Formula One’s budget cap was intended to draw financial lines in the sand. With the furore of its breach by Red Bull still echoing, it appears to have instead become a rallying call to form battle lines in what is an increasingly combative and toxic atmosphere bemoaned by many within the sport.
Red Bull were deemed to have broken the £114m budget cap for 2021 by £1.86m and acknowledged this in an “accepted breach agreement” with the FIA. The team conceded they had broken the cap and accepted a £6.05m fine and a 10% reduction in wind tunnel time.
F1 would have hoped that was the end of an unseemly row that has overshadowed the sport since the Singapore GP, and indeed Red Bull’s Max Verstappen securing his second title in Japan. Yet it rumbled on through the last two rounds in the US and Mexico with the atmosphere only growing more noxious.

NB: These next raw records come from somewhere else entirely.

// A pack page lists at most PACK_PAGE_MAX_RESULTS results, the newest first, and says where it cut the list with
// links to the download and the API that hold them all; a pack with few results lists them all and says nothing.
import { renderToStaticMarkup } from "react-dom/server";
import { describe, expect, it } from "vitest";
import { ResultsList } from "@/app/(public)/packs/[slug]/_components/results-list";
import { PACK_PAGE_MAX_RESULTS } from "@/lib/bounded-lists";
import type { PublicResultRow } from "@/lib/pack-summary";
import { publicResultRow } from "../../helpers/public-result-row";

const row = (id: number): PublicResultRow & { groupLabel: string } => ({
  ...publicResultRow({ id }),
  // One result a day: a higher id is newer.
  publishedAt: new Date(Date.UTC(2026, 0, 1) + id * 86_400_000).toISOString(),
  groupLabel: "DC step · 15–25 °C",
});

const ids = (html: string) => [...html.matchAll(/Result #(\d+)/g)].map((m) => Number(m[1]));

describe("a pack page's results list", () => {
  it("keeps the newest PACK_PAGE_MAX_RESULTS and links to all of them", () => {
    const rows = Array.from({ length: 50 }, (_, i) => row(i + 1));
    const html = renderToStaticMarkup(<ResultsList results={rows} cells={4} packSlug="ridge-1800" />);
    expect(ids(html)).toEqual(Array.from({ length: PACK_PAGE_MAX_RESULTS }, (_, i) => 50 - i));
    expect(html).toContain(`Showing ${PACK_PAGE_MAX_RESULTS} of 50 results`);
    expect(html).toContain('href="/data/download/results.csv?pack=ridge-1800"');
    expect(html).toContain('href="/api/v1/results?pack=ridge-1800"');
  });

  it("lists a few results whole, without a note", () => {
    const html = renderToStaticMarkup(<ResultsList results={[row(2), row(7), row(4)]} cells={4} packSlug="p" />);
    expect(ids(html)).toEqual([7, 4, 2]);
    expect(html).not.toContain("Showing");
  });

  it("gives each result its method in one line, temperatures marked for the reader's units", () => {
    const r = { ...row(3), ambientTemperatureC: 21.4, packStartTemperatureC: 22, stopTemperatureC: 60 };
    const html = renderToStaticMarkup(<ResultsList results={[r]} cells={4} packSlug="p" />);
    const line = /<p[^>]*data-testid="method-line"[^>]*>(.*?)<\/p>/.exec(html)?.[1] ?? "";
    const text = line.replace(/<[^>]+>/g, "").replace(/&#x27;/g, "'");
    expect(text).toContain("Method: 21.4 °C ambient, pack at 22.0 °C;");
    expect(text).toContain(`to ${r.cutoffVPerCell.toFixed(2)} V per cell, stop at 60 °C;`);
    expect(text).toMatch(/resistance: [^;]+; \d+ cycles? before the test\./);
    expect(line.match(/data-u="temp"/g)).toHaveLength(3);
  });
});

Verstappen has been dubbed the “cost cap champion” on social media, a narrative questioning the legitimacy of his title that has only fed into the already existing anger at how he took his first title, beating Lewis Hamilton in controversial circumstances in Abu Dhabi last year. The budget cap breach only caused already entrenched feelings to be further exacerbated.
Red Bull were bullish in their defence. Team principal Christian Horner cited mental health problems for team members because of allegations of cheating and describing the budget cap breach penalty as “draconian” and influenced by the lobbying of his rivals.
Already partisan fans have leapt on this to defend the team and Verstappen, as have their detractors as a means of attack. Then there was the distinct sense of a bunker mentality when Verstappen and the team said they would not speak to Sky TV at the Mexican GP because of comments made by Sky broadcaster Ted Kravitz in which he said Hamilton had been “robbed” of an eighth title in Abu Dhabi.
Kravitz did not accuse Verstappen or Red Bull of robbing Hamilton, instead stating he had been robbed by the decisions of FIA race director Michael Masi, who was later removed and implicated in the FIA’s own investigation which cited “human error” in the decision-making process.
Kravitz has nonetheless attracted an avalanche of poisonous reactions on social media and it is hard not to sense F1 is starting to fray a little at the edges. Red Bull’s approach has been perceived as displaying a lack of tolerance, a confrontational attitude of a binary nature, exacerbating the divide between fans.
One senior figure in the sport views the current situation with concern. “They seem to have a view that if you are not with us you are against us,” he said. “It leaves no middle ground, because you are either in opposition or allegiance.” Nor is this confined to the relentless tit for tat slanging match that now dominates F1 social media and below-the-line comments. Earlier this week Matthew Syed took Horner to task in the Times, accusing him of gracelessness and gaslighting. “How dare the Red Bull principal deploy sensitive moral issues such as bullying and mental health to deflect from his own rule-breaking,” Syed wrote.
As if to illustrate that, nowadays, nothing in F1 goes without reaction from even the most unlikely source, the wife of Red Bull technical director Adrian Newey took to Twitter to castigate Syed. “What qualifies you to judge me, my husband’s or any member or family member of Red Bull’s mental state?,” she wrote. “Provoking the fans with toxic journalism adds to the problem.” “The growth in fan enmity, the toxic online atmosphere, there is a growing concern in the sport that the neutral ground has gone,” noted another paddock insider.
This is not how F1 wants, or needs, to go into the close season with two races remaining. The budget cap is done and for all concerned to move on there needs to be rapprochement, which must be led by senior figures setting an example to the fans. To draw a line once and for all on what has become a needlessly vituperative climate.